Mehrere Projekte in afrikanischen und muslimischen Ländern wurden eingestellt weil es zu große Mentalitätsunterschiede gab und diese Mentalität, die ich dort kennengelernt habe möchte in meiner Heimat nicht.

Ich freue mich heute immer noch , wenn ich die Menschen in den verbliebenen Projekten besuchen kann. Allerdings nicht um Urlaub zu machen sondern um sie 4 wochenlang durch meine Mitarbeit zu unterstützen.

Gruß K. E.

@ laurisch.karsten (23:54): da muss es einen Klageweg geben

@ laurisch.karsten

Zu dem hier:

Denn wie soll z.B. ein Fischer in Somalia reagieren wenn europäische Konzerne seine Fischgründe lehr fischen?
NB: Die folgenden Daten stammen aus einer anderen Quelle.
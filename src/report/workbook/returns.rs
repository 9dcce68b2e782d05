//! The `Returns` sheet: every return each regression uses, one block of rows per peer.
//!
//! The rows are those of `returns.csv`: the periods where the peer, the index (and the risk-free
//! rate, when excess returns are used) all have a return. Excess returns are formulas over the
//! raw ones; the index columns a regression uses sit side by side (earlier periods, the same
//! period, later periods) so `LINEST` can take them as one range.

use crate::error::Result;

use super::{xlsx_error, Book, Expect, Note, Sheet};

/// Where each peer's returns are, for the regression formulas.
pub(crate) struct ReturnsLayout {
    pub sheet: Sheet,
    /// First and last 0-based row of each peer's block, in peer order.
    pub blocks: Vec<(u32, u32)>,
    /// The column of the peer's (excess) return, the regression's left-hand side.
    pub asset: u16,
    /// The index (excess) return columns, by ascending offset (−1 is the period before).
    pub market: Vec<(i32, u16)>,
}

impl ReturnsLayout {
    /// The range of column `col` in peer `i`'s block.
    pub fn range(&self, i: usize, col: u16) -> String {
        let (first, last) = self.blocks[i];
        self.sheet.range(first, last, col)
    }

    /// The range of the index columns from offset `from` to offset `to`, in peer `i`'s block.
    pub fn market_range(&self, i: usize, from: i32, to: i32) -> String {
        let (first, last) = self.blocks[i];
        let col = |offset: i32| {
            self.market
                .iter()
                .find(|(o, _)| *o == offset)
                .map(|(_, c)| *c)
                .expect("the layout has every offset of the method")
        };
        format!(
            "{}!{}:{}",
            self.sheet.prefix(),
            super::absolute(first, col(from)),
            super::absolute(last, col(to))
        )
    }

    /// The column of the index return at `offset`.
    pub fn market_column(&self, offset: i32) -> u16 {
        self.market
            .iter()
            .find(|(o, _)| *o == offset)
            .map(|(_, c)| *c)
            .expect("the layout has every offset of the method")
    }
}

pub(crate) fn sheet(book: &mut Book) -> Result<ReturnsLayout> {
    let v = book.v;
    let mut sheet = Sheet::new("Returns")?;
    let with_rf = v.sampling.excess_returns;
    let mut offsets: Vec<i32> = v
        .returns
        .first()
        .map(|r| r.market_shifted.iter().map(|s| s.offset).collect())
        .unwrap_or_default();
    offsets.push(0);
    offsets.sort_unstable();
    // Without a risk-free series the raw return is the regression's left-hand side.
    let (asset, first_market): (u16, u16) = if with_rf { (5, 6) } else { (2, 4) };
    let market: Vec<(i32, u16)> = offsets
        .iter()
        .enumerate()
        .map(|(k, &o)| (o, first_market + k as u16))
        .collect();
    headers(book, &mut sheet, &market, with_rf)?;
    let mut blocks = Vec::with_capacity(v.peers.len());
    let mut row = 1u32;
    let last_col = market.last().map_or(3, |(_, c)| *c);
    column_formats(book, &mut sheet, last_col)?;
    for (i, returns) in v.returns.iter().enumerate() {
        let first = row;
        let (asset_excess, market_excess) = (returns.asset_excess(), returns.market_excess());
        for j in 0..returns.period_ends.len() {
            peer_row(&mut sheet, row, &v.peers[i].name, returns, j)?;
            let here = |col: u16| super::relative(row, col);
            if with_rf {
                let formula = format!("={}-{}", here(2), here(4));
                let expect = Expect::Value(asset_excess[j]);
                book.column_formula(&mut sheet, (row, asset), &formula, expect)?;
            }
            for &(offset, col) in &market {
                if offset == 0 {
                    let formula = match with_rf {
                        true => format!("={}-{}", here(3), here(4)),
                        false => format!("={}", here(3)),
                    };
                    let expect = Expect::Value(market_excess[j]);
                    book.column_formula(&mut sheet, (row, col), &formula, expect)?;
                } else if let Some(shifted) =
                    returns.market_shifted.iter().find(|s| s.offset == offset)
                {
                    sheet
                        .ws
                        .write_number(row, col, shifted.returns[j])
                        .map_err(xlsx_error)?;
                }
            }
            row += 1;
        }
        blocks.push((first, row - 1));
    }
    sheet.ws.set_freeze_panes(1, 2).map_err(xlsx_error)?;
    let last_row = row.saturating_sub(1).max(1);
    sheet
        .ws
        .autofilter(0, 0, last_row, last_col)
        .map_err(xlsx_error)?;
    (sheet.ws)
        .set_column_width(0, super::name_column_width(v))
        .map_err(xlsx_error)?;
    sheet.ws.set_column_width(1, 11).map_err(xlsx_error)?;
    for col in 2..=last_col {
        sheet.ws.set_column_width(col, 14).map_err(xlsx_error)?;
    }
    Ok(ReturnsLayout {
        sheet,
        blocks,
        asset,
        market,
    })
}

/// Every row has the same formats, so they are set per column and the cells written without
/// one (a format per cell is looked up by hashing it, the larger part of a cell's cost on a
/// sheet of thousands of cells).
fn column_formats(book: &Book, sheet: &mut Sheet, last_col: u16) -> Result<()> {
    let (styles, ws) = (&book.styles, &mut sheet.ws);
    ws.set_column_format(0, &styles.text).map_err(xlsx_error)?;
    ws.set_column_format(1, &styles.date).map_err(xlsx_error)?;
    for col in 2..=last_col {
        ws.set_column_format(col, &styles.return_pct)
            .map_err(xlsx_error)?;
    }
    Ok(())
}

/// The header row, with a note on each lagged or led index column.
fn headers(book: &Book, sheet: &mut Sheet, market: &[(i32, u16)], with_rf: bool) -> Result<()> {
    let mut titles = vec!["Peer", "Period end", "Peer return", "Index return"];
    if with_rf {
        titles.extend(["Risk-free (per period)", "Peer excess return"]);
    }
    let header = book.styles.header.clone();
    for (col, text) in titles.iter().enumerate() {
        book.text(sheet, (0, col as u16), text, &header)?;
    }
    let kind = if with_rf { "excess " } else { "" };
    for &(offset, col) in market {
        let title = match offset {
            0 => format!("Index {kind}return (regressor, t)"),
            o if o < 0 => format!("Index {kind}return, t{o}"),
            o => format!("Index {kind}return, t+{o}"),
        };
        book.text(sheet, (0, col), &title, &header)?;
        if offset != 0 {
            let note = Note::new(format!(
                "The index {kind}return of the period {} periods {} each row's, as hurdle aligned \
                 it (a value, not a formula: it may come from a period outside this peer's rows).",
                offset.abs(),
                if offset < 0 { "before" } else { "after" }
            ))
            .set_author("hurdle")
            .add_author_prefix(false);
            sheet.ws.insert_note(0, col, &note).map_err(xlsx_error)?;
        }
    }
    Ok(())
}

/// The peer, the period end and the raw returns of one row (the risk-free rate too), in the
/// columns' own formats.
fn peer_row(
    sheet: &mut Sheet,
    row: u32,
    name: &str,
    returns: &crate::market::sampling::AlignedReturns,
    j: usize,
) -> Result<()> {
    let ws = &mut sheet.ws;
    ws.write_string(row, 0, super::within_a_cell(name).as_ref())
        .map_err(xlsx_error)?;
    super::write_date(ws, (row, 1), returns.period_ends[j], None)?;
    ws.write_number(row, 2, returns.asset[j])
        .map_err(xlsx_error)?;
    ws.write_number(row, 3, returns.market[j])
        .map_err(xlsx_error)?;
    if let Some(rf) = &returns.risk_free {
        ws.write_number(row, 4, rf[j]).map_err(xlsx_error)?;
    }
    Ok(())
}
In Somalia gibt es leier keine Möglichkeiten. Aber: er könnte sich an die afrikanische Zentralregierung wenden und dort fuer eine Klage gegen die EU sorgen! So schaut's mal aus. Aber dazu muss erst mal wieder ein funktionierendes Staatswesen in Somalia aufgebaut werden, ein funktionierender Rechtsstaat, eine funktionierende Zivilgesellschaft... all dass ist zerfallen in Somalia. Es gibt in dieser Form keinen Staat Somalia mehr.
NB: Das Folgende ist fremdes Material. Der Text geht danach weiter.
/// A stated Vasicek prior and the inflation rates of a currency conversion, when the case has
/// them.
fn optional(v: &Valuation) -> Vec<Spec> {
    let mut specs = Vec::new();
    if v.settings.beta.adjustment == crate::beta::Adjustment::Blume {
        specs.push(
            spec(
                "Blume weight on the raw beta",
                "BlumeWeight",
                "beta.blume_weight",
                "/settings/beta/blume_weight",
            )
            .format(Fmt::Beta)
            .note("shrunk β = w·raw β + (1 − w)."),
        );
    }
    if v.cost
        .beta
        .vasicek_prior
        .is_some_and(|p| p.source == "stated")
    {
        specs.push(
            spec(
                "Vasicek prior mean",
                "VasicekPriorMean",
                "beta.vasicek_prior_mean",
                "/beta/vasicek_prior/mean",
            )
            .format(Fmt::Beta),
        );
        specs.push(
            spec(
                "Vasicek prior variance",
                "VasicekPriorVariance",
                "beta.vasicek_prior_variance",
                "/beta/vasicek_prior/variance",
            )
            .format(Fmt::Beta),
        );
    }
    if let Some(conversion) = &v.settings.conversion {
        let basis = conversion.justification.as_str();
        specs.push(
            spec(
                "Expected inflation, case currency",
                "InflationCase",
                "conversion.inflation_case",
                "/currency_conversion/inflation_from",
            )
            .note(with_basis("", basis)),
        );
        specs.push(
            spec(
                "Expected inflation, output currency",
                "InflationOutput",
                "conversion.inflation_output",
                "/currency_conversion/inflation_to",
            )
            .note(with_basis("", basis)),
        );
    }
    specs
}

/// One row: label, value (input, fixed figure or formula), basis points, name, key and note.
fn write_row(book: &mut Book, sheet: &mut Sheet, row: u32, spec: &Spec) -> Result<()> {
    let s = &book.styles;
    let (plain, input) = match spec.format {
        Fmt::Percent => (s.percent.clone(), s.percent_input.clone()),
        Fmt::Beta => (s.beta.clone(), s.beta_input.clone()),
        Fmt::Ratio => (s.ratio.clone(), s.ratio_input.clone()),
        Fmt::Amount => (s.amount_input.clone(), s.amount_input.clone()),
    };
    let (label, text, mono, bp) = (
        s.label.clone(),
        s.text.clone(),
        s.mono.clone(),
        s.basis_points.clone(),
    );
    book.text(sheet, (row, 0), spec.label, &label)?;
    book.text(sheet, (row, 3), spec.name, &mono)?;
    // A formula's row names no case key: none sets it (under a table's spread, say,
    // debt.cost_pre_tax is not read), so the key column would send a reader the wrong way.
    let key = match spec.kind {
        Kind::Formula(_) => "(a formula; no case key sets it)",
        _ => spec.key,
    };
    book.text(sheet, (row, 4), key, &mono)?;
    if !spec.note.trim().is_empty() {
        book.text(sheet, (row, 5), spec.note.trim(), &text)?;
    }
    match &spec.kind {
        Kind::Input => book.number(sheet, (row, VALUE), book.figure(spec.pointer)?, &input)?,
        Kind::Fixed => book.number(sheet, (row, VALUE), book.figure(spec.pointer)?, &plain)?,
        Kind::Formula(formula) => {
            let expect = Expect::Json(spec.pointer.to_string());
            book.formula(sheet, (row, VALUE), formula, expect, &plain)?
        }
    }
    if spec.bp {
        let formula = format!("={}*10000", relative(row, VALUE));
        let expect = Expect::Scaled(spec.pointer.to_string(), 10_000.0);
        book.formula(sheet, (row, VALUE + 1), &formula, expect, &bp)?;
    }
    Ok(())
}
21. August 2018 um 23:13 von

21. August 2018 um 23:13 von Alterzapp

Ihre Zahlen sind bestechend. Aber: ein vor Wohlstand protzendes Europa mit imensen Einnahmen aus Exportüberschüssen, welches sich auf seine christlichen Werte der Nächstenliebe beruft und sich als Wiege des Humanismus versteht, kann doch zumindest einen ehrlichen Versuch wagen? Ein sofortiges Kapitulieren vor erkennbar kurzfristiger Interessen windiger Rechtspopulisten ist damit doch wohl nicht angebracht, oder?